A holdout is a slice of traffic that stays on control after the experiment ships, often permanently. Typically 5-10% of users. The variant is “shipped” to the other 90-95%, but the holdout never gets it, so you can measure the long-tail effect of the change against a clean baseline weeks or months after launch.

This addresses a specific blind spot. A/B tests usually run for 2-4 weeks. A test that wins in that window can underperform over the following 90 days because of novelty effect fading, retention impact, or interaction with seasonality. The holdout is the way to actually measure that.

  • Big changes that might affect retention. Subscription flows, pricing changes, onboarding redesigns. The short-term conversion lift can be misleading if the customers acquired through the variant churn faster.
  • Changes with known novelty risk. Anything visually disruptive or behaviourally novel. Tests show inflated initial lift that fades.
  • Changes that interact with downstream funnels.

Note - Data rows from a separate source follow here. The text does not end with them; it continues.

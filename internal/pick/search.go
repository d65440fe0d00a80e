package pick

import (
	"fmt"
	"math"
	"runtime"
	"sort"
	"sync"
	"sync/atomic"

	"headroom/curves"
	"headroom/discharge"
	"headroom/internal/scenario"
	"headroom/protect"
)

// Constraint names one requirement a design can fail.
type Constraint string

const (
	Runtime  Constraint = "runtime"  // runtime at the statistic below the target
	Budget   Constraint = "budget"   // unit cost above the budget
	Cells    Constraint = "cells"    // more cells than allowed
	Stranded Constraint = "stranded" // stranded share above the limit
	Junction Constraint = "junction" // element junction above the limit
	Reverse  Constraint = "reverse"  // a reversed pack not blocked, or a flipped cell reversing the load
	Input    Constraint = "input"    // fresh pack above the product's maximum input
)

// Candidate is one point of the space: a pack and an element.
type Candidate struct {
	Cell     *curves.Cell
	Series   int
	Parallel int
	Element  protect.Element
	Spec     string  // protect.Short of Element: what run --protect takes
	UnitCost float64 // cells plus element, dollars
	FreshV   float64 // fresh open-circuit pack voltage at the ambient

	packPrice float64 // the price Evaluate uses for the pack
	pack      int     // index of the pack, for its runtime bound
	order     int     // position in the space, for stable ties
}

// Miss is one constraint a design fails.
type Miss struct {
	Constraint Constraint
	Gap        float64 // how far off, as a fraction of the limit (0.1: 10 % short or over)
	Detail     string  // in words: "runtime 18.2 h, below the 20 h target"
}

// Design is an evaluated candidate.
type Design struct {
	Candidate
	Result  *discharge.Result
	Reverse protect.Reversal
	Misses  []Miss // empty when the design meets every constraint
}

// StrandedShare is the stranded charge over the reference charge, 0 to 1.
func (d *Design) StrandedShare() float64 { return strandedShare(d.Result) }

func strandedShare(r *discharge.Result) float64 {
	if r.ReferenceMAh <= 0 {
		return 0
	}
	return r.StrandedMAh / r.ReferenceMAh
}

// Passes reports whether the design meets every constraint.
func (d *Design) Passes() bool { return len(d.Misses) == 0 }

// Outcome is what a search found.
type Outcome struct {
	Limits   Limits
	MaxInput float64 // the input limit used, volts
	// Designs are the passing designs, ranked, at most Limits.Top.
	Designs []Design
	// Front is the Pareto front of unit cost against runtime among the
	// designs that run at all and meet every constraint but the runtime
	// target, cheapest
	// first: none on it is both dearer and shorter-running than another.
	Front []Design
	// NearMisses are designs that fail exactly one constraint, by a
	// quarter or less, and are cheaper than the first passing design (any
	// cost when none passes), closest first; at most five.
	NearMisses []Design
	// Others are every evaluated design that runs at all and meets every
	// constraint but the runtime target (the front's population), for
	// charts.
	Others []Design
	// Longest is the longest-running design meeting every constraint but
	// the target; nil when none does.
	Longest *Design

	Space     int                // candidates in the space
	Screened  map[Constraint]int // candidates refused before evaluation, by the first constraint they fail
	NoStart   int                // series counts left out because the fresh pack is not above the floor
	Evaluated int                // designs evaluated at the statistic
	Nominal   int                // nominal evaluations made only for runtime bounds
	Pruned    int                // candidates skipped because they could not win
	Errors    int                // candidates the engine refused (a design that never runs the pack down)
	Passing   int                // passing designs among those evaluated
}

// nearGap is the largest miss, as a fraction of its limit, that counts as
// near.
const nearGap = 0.25

// boundSlack widens the no-element runtime bound against the engine's
// solver tolerance, so rounding never prunes a design that could win.
const boundSlack = 1e-4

A “winning” PDP that brings in lower-LTV buyers via aggressive discounting is a long-run loss. The holdout catches it.

The holdout gives you the variant’s effect on LTV, retention, repeat purchase, and any other metric that needs time to develop. The metric that mattered in the short-term test is usually still measured, but the interesting numbers are the ones that couldn’t show up in the test window.

Comparison is usually done with the same statistical machinery as the original A/B test, just with the variant population vs the holdout population over a longer time frame.

Holdouts are unprofitable by design. The 10% that doesn’t get the change foregoes whatever uplift the change actually produces. For changes that genuinely lift revenue, the holdout is a small permanent revenue tax. Teams need to be willing to pay it for the measurement value.

That cost is the main reason holdouts are rare outside mature programmes. Most teams take the short-term win and skip the long-run measurement. They learn what the long-run effect was only when they finally turn the change off and discover what the underlying baseline is doing.

  • Using holdouts on every change. The opportunity cost compounds. Reserve them for changes where long-run measurement is genuinely needed.
  • Forgetting the holdout exists and re-using its users in subsequent tests. Tracking gets messy when one user is in multiple permanent buckets.
  • Shipping changes to the holdout because “they should have it by now”. Once the holdout is contaminated, the long-run comparison is lost.
  • Treating holdout results as proof the original A/B test was right or wrong. They’re complementary measures of different time horizons, not a retroactive verdict on the test.